Stored items from a collection

....................

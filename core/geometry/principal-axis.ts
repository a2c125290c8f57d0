// Principal axis of a binary mask from its second-order central moments.
import type { ImagePoint, Mask } from '../model';
import { foregroundBox } from '../image';

/** Centroid (px), unit direction of the major axis, and SDs of the pixel positions along/across it (px). */
export interface PrincipalAxis {
  readonly centroid: ImagePoint;
  readonly ux: number;
  readonly uy: number;
  readonly majorSdPx: number;
  readonly minorSdPx: number;
}

/** Principal axis of the foreground pixels (centres at integer coordinates); throws on an empty mask. */
export function principalAxis(mask: Mask): PrincipalAxis {
  const { width, data } = mask;
  // Only the mask's bounding box holds foreground pixels.
  const { x0, y0, x1, y1 } = foregroundBox(mask) ?? { x0: 0, y0: 0, x1: 0, y1: 0 };
  const sums = new Float64Array(3);
  firstMoments(data, width, x0, y0, x1, y1, sums);
  const n = sums[0];
  if (n === 0) throw new Error('the mask is empty');
  const cx = sums[1] / n;
  const cy = sums[2] / n;
  secondMoments(data, width, x0, y0, x1, y1, cx, cy, sums);
  const mxx = sums[0] / n;
  const myy = sums[1] / n;
  const mxy = sums[2] / n;
  const angle = 0.5 * Math.atan2(2 * mxy, mxx - myy);
  const common = Math.sqrt(((mxx - myy) / 2) ** 2 + mxy * mxy);
  const mid = (mxx + myy) / 2;
  return {
    centroid: { x: cx, y: cy }, ux: Math.cos(angle), uy: Math.sin(angle),
    majorSdPx: Math.sqrt(mid + common), minorSdPx: Math.sqrt(Math.max(0, mid - common)),
  };
}

// The pixel loops are functions of their own: see "Pixel loops in small functions" in DEVELOPERS.md.

/** Count, Σx and Σy of the set pixels in [x0, x1) × [y0, y1), into out[0..2]; rows and columns in memory order. */
function firstMoments(data: Uint8Array, width: number, x0: number, y0: number, x1: number, y1: number, out: Float64Array): void {
  let n = 0;
  let sx = 0;
  let sy = 0;
  for (let y = y0; y < y1; y++) {
    const o = y * width;
    for (let x = x0; x < x1; x++) if (data[o + x]) { n++; sx += x; sy += y; }
  }
  out[0] = n;
  out[1] = sx;
  out[2] = sy;
}

/** Σdx², Σdy² and Σdx·dy about (cx, cy) over the set pixels in [x0, x1) × [y0, y1), into out[0..2]. */
function secondMoments(data: Uint8Array, width: number, x0: number, y0: number, x1: number, y1: number, cx: number, cy: number, out: Float64Array): void {
  let mxx = 0;
  let myy = 0;
  let mxy = 0;
  for (let y = y0; y < y1; y++) {
    const o = y * width;
    const dy = y - cy;
    for (let x = x0; x < x1; x++) {
      if (!data[o + x]) continue;
      const dx = x - cx;
      mxx += dx * dx; myy += dy * dy; mxy += dx * dy;
    }
  }
  out[0] = mxx;
  out[1] = myy;
  out[2] = mxy;
}
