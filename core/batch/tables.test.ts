import { describe, expect, it } from 'vitest';
import type { EmbryoResult, Profile } from '../model';
import { parseCsv } from '../csv';
import { errorResult, withTimePoint } from '../model';
import { jsonWithArrays, resultsDocFromJson, resultsFromJson, resultsToJson } from './results-json';
import { boundariesCsv, embryoResults, embryosCsv, EMBRYO_COLUMNS, landmarksCsv, profilesCsv, SIDE_COLUMNS, summaryBoundary } from './tables';

// Source: demo data (a hand-built result; every expected cell is copied from it).
const profile = (channel: string, mean: number[]): Profile => ({
  channel, xEl: Float64Array.from([0.25, 0.75]), xUm: Float64Array.from([125, 375]),
  mean: Float64Array.from(mean), sd: Float64Array.from([1, 2]), n: Float64Array.from([10, 12]),
});
const ok: EmbryoResult = {
  file: 'dose,half/E01.ome.tif', status: 'ok', error: null, warnings: ['pixel size from "file"', 'edge clipped'],
  pixelSizeUm: 0.5, pixelSizeSource: 'ome', eggLengthUm: 500, eggWidthUm: 180,
  axis: { anterior: { x: 10, y: 20 }, posterior: { x: 1010, y: 22.5 }, source: 'hand' },
  gradientChannel: 'grad', gradientProfile: profile('grad', [100, 5]),
  gradientFit: {
    amplitude: 120, amplitudeSe: 2, lambdaUm: 100, lambdaSeUm: 3, lambdaCiLowUm: 94, lambdaCiHighUm: 106, lambdaEl: 0.2,
    lambdaSeEl: 0.006, lambdaSeModelUm: 2.5, lambdaSeSerialUm: 3, lambdaSeSource: 'serial', residualLag1: 0.31, weighted: true,
    background: 4, backgroundSe: 0.5, r2: 0.99, rss: 1, dof: 10, iterations: 7, fitRangeEl: [0.1, 0.6],
    xEl: Float64Array.from([0.1, 0.2]), residuals: Float64Array.from([Number.NaN, -0.5]),
  },
  boundaryProfiles: [profile('grad', [100, 5]), profile('stripe', [50, 1])],
  boundaries: [
    { channel: 'stripe', method: 'half-max', positionEl: 0.48, positionUm: 240, widthEl: null, positionSeEl: null, direction: 'falling', note: null },
    { channel: 'stripe', method: 'logistic', positionEl: 0.5, positionUm: 250, widthEl: 0.02, positionSeEl: 0.001, direction: 'falling', note: 'a "note", with comma' },
    { channel: 'other', method: 'logistic', positionEl: 0.7, positionUm: 350, widthEl: 0.03, positionSeEl: null, direction: 'rising', note: null },
  ],
  landmarks: [{ name: 'furrow', point: { x: 330, y: 40 }, xEl: 0.32, xUm: 160, offAxisUm: -1.5 }],
  backgrounds: [{ channel: 'grad', method: 'outside', value: 4 }],
};
const bad = errorResult('junk.tif', 'junk.tif: not a TIFF file\n(first bytes 00 00)');

describe('output tables', () => {
  it('embryos.csv has every column and one row per file with the known cells', () => {
    const rows = parseCsv(embryosCsv([ok, bad]));
    expect(rows[0]).toEqual([...EMBRYO_COLUMNS]);
    expect(rows).toHaveLength(3);
    const row = Object.fromEntries(EMBRYO_COLUMNS.map((c, i) => [c, rows[1][i]]));
    expect(row).toMatchObject({
      file: 'dose,half/E01.ome.tif', status: 'ok', error: '', warnings: 'pixel size from "file"; edge clipped',
      pixel_size_um: '0.5', anterior_y_px: '20', posterior_y_px: '22.5', axis_source: 'hand', lambda_um: '100',
      lambda_el: '0.2', lambda_se_model_um: '2.5', lambda_se_serial_um: '3', lambda_se_source: 'serial',
      residual_lag1: '0.31', fit_weighting: 'inverse-variance', fit_start_el: '0.1', fit_end_el: '0.6', boundary_el: '0.5', boundary_width_el: '0.02',
      // Source: 10% and 90% of a logistic step lie at x₀ ∓ w·ln 9, so the 10–90% width is 2·ln 9·w (derived).
      boundary_width_10_90_el: String(2 * Math.log(9) * 0.02),
    });
    expect(rows[2].slice(0, 4)).toEqual(['junk.tif', 'error', 'junk.tif: not a TIFF file', '']);
    expect(rows[2].slice(4).every((c, i) => c === '' || ['pixel_size_source', 't_index'].includes(EMBRYO_COLUMNS[i + 4]))).toBe(true);
    // A file with one time point: t_index 0, t_s empty (its time unknown), as the last two columns.
    expect(EMBRYO_COLUMNS.slice(-2)).toEqual(['t_index', 't_s']);
    expect([row.t_index, row.t_s]).toEqual(['0', '']);
  });
  it('embryos.csv carries each side\'s λ and their difference before the time columns, empty when not measured', () => {
    // Demo data: invented numbers, checked cell by cell.
    const difference = {
      lambdaUm: 20, lambdaEl: 0.04, seUm: 4, seEl: 0.008, ciLowUm: 12, ciHighUm: 28, ciLowEl: 0.024, ciHighEl: 0.056,
      seModelEl: 0.008, seSerialEl: 0.006, seSource: 'model' as const, sideCorrelation: 0.3, dof: 40,
    };
    const withSides = { ...ok, sides: { dorsalProfile: ok.gradientProfile!, ventralProfile: ok.gradientProfile!, dorsalFit: ok.gradientFit, ventralFit: null, difference } };
    const rows = parseCsv(embryosCsv([withSides, { ...ok, file: 'other.tif' }]));
    const row = Object.fromEntries(EMBRYO_COLUMNS.map((c, i) => [c, rows[1][i]]));
    expect(row).toMatchObject({
      lambda_dorsal_um: '100', lambda_dorsal_el: '0.2', lambda_ventral_um: '', lambda_ventral_ci_high_um: '',
      lambda_dorsal_minus_ventral_um: '20', lambda_dorsal_minus_ventral_se_el: '0.008', lambda_dorsal_minus_ventral_ci_low_um: '12',
      lambda_dorsal_minus_ventral_ci_high_el: '0.056', lambda_dorsal_minus_ventral_se_source: 'model', side_error_correlation: '0.3', t_index: '0',
    });
    expect(EMBRYO_COLUMNS.indexOf('side_error_correlation')).toBe(EMBRYO_COLUMNS.length - 3);
    const plain = Object.fromEntries(EMBRYO_COLUMNS.map((c, i) => [c, rows[2][i]]));
    expect(SIDE_COLUMNS.every((c) => plain[c] === '')).toBe(true);
    // results.json keeps them (typed arrays and NaN revived) and leaves them out when not measured.
    const back = resultsFromJson(resultsToJson([withSides, { ...ok, file: 'other.tif' }]));
    expect(back[0].sides?.difference).toEqual(difference);
    expect(back[0].sides?.dorsalProfile.mean).toBeInstanceOf(Float64Array);
    expect('sides' in back[1]).toBe(false);
  });
  it('summary boundary is the first channel, logistic preferred', () => {
    expect(summaryBoundary(ok)?.positionEl).toBe(0.5);
    expect(summaryBoundary(bad)).toBeNull();
  });
  it('boundaries, profiles and landmarks tables', () => {
    expect(boundariesCsv([ok, bad]).split('\r\n')[2])
      .toBe(`dose,half/E01.ome.tif,stripe,logistic,0.5,250,0.02,${2 * Math.log(9) * 0.02},0.001,falling,"a ""note"", with comma",0,`.replace('dose,half/E01.ome.tif', '"dose,half/E01.ome.tif"'));
    const profiles = parseCsv(profilesCsv([ok, bad]));
    expect(profiles).toEqual([
      ['file', 'channel', 'x_el', 'x_um', 'mean', 'sd', 'n', 't_index', 't_s'],
      [ok.file, 'grad', '0.25', '125', '100', '1', '10', '0', ''], [ok.file, 'grad', '0.75', '375', '5', '2', '12', '0', ''],
      [ok.file, 'stripe', '0.25', '125', '50', '1', '10', '0', ''], [ok.file, 'stripe', '0.75', '375', '1', '2', '12', '0', ''],
    ]);
    expect(landmarksCsv([ok])).toBe('file,name,x_px,y_px,x_el,x_um,off_axis_um\r\n"dose,half/E01.ome.tif",furrow,330,40,0.32,160,-1.5\r\n');
  });
});

// A movie's results at three time points, 60 s apart (demo data).
const movie = [0, 1, 2].map((t) => withTimePoint({ ...ok, file: 'movie.ome.tif', gradientProfile: profile('grad', [100 * (t + 1), 5]) }, t, 60 * t));

describe('tables keyed by (file, time point)', () => {
  it('profiles.csv and boundaries.csv carry every time point of a movie with t_index and t_s', () => {
    const profiles = parseCsv(profilesCsv(movie)).slice(1).filter((r) => r[1] === 'grad' && r[2] === '0.25');
    expect(profiles.map((r) => [r[4], r[7], r[8]])).toEqual([['100', '0', '0'], ['200', '1', '60'], ['300', '2', '120']]);
    const boundaries = parseCsv(boundariesCsv(movie)).slice(1);
    expect(boundaries).toHaveLength(9);
    expect(boundaries.map((r) => r.slice(-2))).toEqual([0, 0, 0, 1, 1, 1, 2, 2, 2].map((t) => [String(t), String(60 * t)]));
  });
  it('embryos.csv and landmarks.csv have one row per file: a movie\'s last analysed time point', () => {
    expect(embryoResults([movie[1], ok, movie[2], movie[0], bad])).toEqual([movie[2], ok, bad]);
    const rows = parseCsv(embryosCsv([...movie, ok]));
    expect(rows.map((r) => [r[0], ...r.slice(-2)])).toEqual([['file', 't_index', 't_s'], ['movie.ome.tif', '2', '120'], [ok.file, '0', '']]);
    expect(parseCsv(landmarksCsv([...movie, ok])).slice(1).map((r) => r[0])).toEqual(['movie.ome.tif', ok.file]);
  });
});

describe('results.json', () => {
  it('round-trips results keyed by (file, time point), typed arrays included (NaN comes back as NaN)', () => {
    const text = resultsToJson([ok, bad, ...movie]);
    expect(JSON.parse(text)).toMatchObject({ schema: 'eggline-results', schemaVersion: 2, movies: [] });
    expect(JSON.parse(text).results[0]).toMatchObject({ file: ok.file, tIndex: 0, tS: null });
    expect(JSON.parse(text).results[0].gradientProfile.mean).toEqual([100, 5]);
    const back = resultsFromJson(text);
    expect(back[0].gradientProfile?.mean).toBeInstanceOf(Float64Array);
    expect(Array.from(back[0].gradientFit?.residuals ?? [])).toEqual([Number.NaN, -0.5]);
    expect(back[0]).toEqual(withTimePoint(ok, 0, null));
    expect(back[1]).toEqual(withTimePoint(bad, 0, null));
    expect(back.slice(2)).toEqual(movie);
    expect(resultsToJson(back)).toBe(text);
  });
  it('round-trips the movie records', () => {
    const record = {
      file: 'movie.ome.tif', timeIndices: [0, 1, 2], timesS: Float64Array.from([0, 60, 120]), timeSource: 'ome-increment', fitRangeEl: [0.1, 0.6] as const,
      modelRangeEl: [0.1, 0.4] as const, baselineFrames: 1, warnings: ['times from the file'], error: null,
    };
    const doc = resultsDocFromJson(resultsToJson(movie, [record]));
    expect(doc.movies).toEqual([record]);
    expect(doc.results).toEqual(movie);
  });
  it('reads the first format (version 1: one result per file, no time points) as time point 0', () => {
    // The layout the version 1 writer produced: { schema, version: 1, results } with results keyed by file alone.
    const v1 = `${jsonWithArrays({ schema: 'eggline-results', version: 1, results: [ok, bad] }, 1)}\n`;
    const doc = resultsDocFromJson(v1);
    expect(doc.results).toEqual([withTimePoint(ok, 0, null), withTimePoint(bad, 0, null)]);
    expect(doc.movies).toEqual([]);
    expect(embryosCsv(doc.results)).toBe(embryosCsv([ok, bad]));
  });
  it('rejects other files with one-line messages', () => {
    expect(() => resultsFromJson('nope')).toThrow(/^results\.json: not valid JSON/);
    expect(() => resultsFromJson('{"schema":"x"}')).toThrow('results.json: not an Eggline results file (schema must be "eggline-results")');
    expect(() => resultsFromJson('{"schema":"eggline-results","schemaVersion":3,"results":[]}')).toThrow('results.json: unsupported schema version 3 (this Eggline reads 1 and 2)');
    expect(() => resultsFromJson('{"schema":"eggline-results","version":2,"results":[]}')).toThrow('results.json: unsupported schema version 2 (this Eggline reads 1 and 2)');
    expect(() => resultsFromJson('{"schema":"eggline-results","version":1,"results":[{}]}'))
      .toThrow('results.json: entry 0 is not an embryo result (needs "file" and "status")');
    const two = JSON.stringify({ schema: 'eggline-results', schemaVersion: 2, results: [{ ...bad, tIndex: 1 }, { ...bad, tIndex: 1 }] });
    expect(() => resultsFromJson(two)).toThrow('results.json: entry 1 repeats junk.tif at time point 1');
    const negative = JSON.stringify({ schema: 'eggline-results', schemaVersion: 2, results: [{ ...bad, tIndex: -1 }] });
    expect(() => resultsFromJson(negative)).toThrow('results.json: entry 0: tIndex must be a whole number ≥ 0');
    expect(() => resultsDocFromJson(JSON.stringify({ schema: 'eggline-results', schemaVersion: 2, results: [], movies: [{ file: 'm' }] })))
      .toThrow(/^results\.json: movie 0 is not a movie record/);
  });
});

....................

* _What you are asked to do_
The response must contain each line above that holds the string "entry".

* _Answer box_
      .toThrow('results.json: entry 0 is not an embryo result (needs "file" and "status")');
    expect(() => resultsFromJson(two)).toThrow('results.json: entry 1 repeats junk.tif at time point 1');
    expect(() => resultsFromJson(negative)).toThrow('results.json: entry 0: tIndex must be a whole number ≥ 0');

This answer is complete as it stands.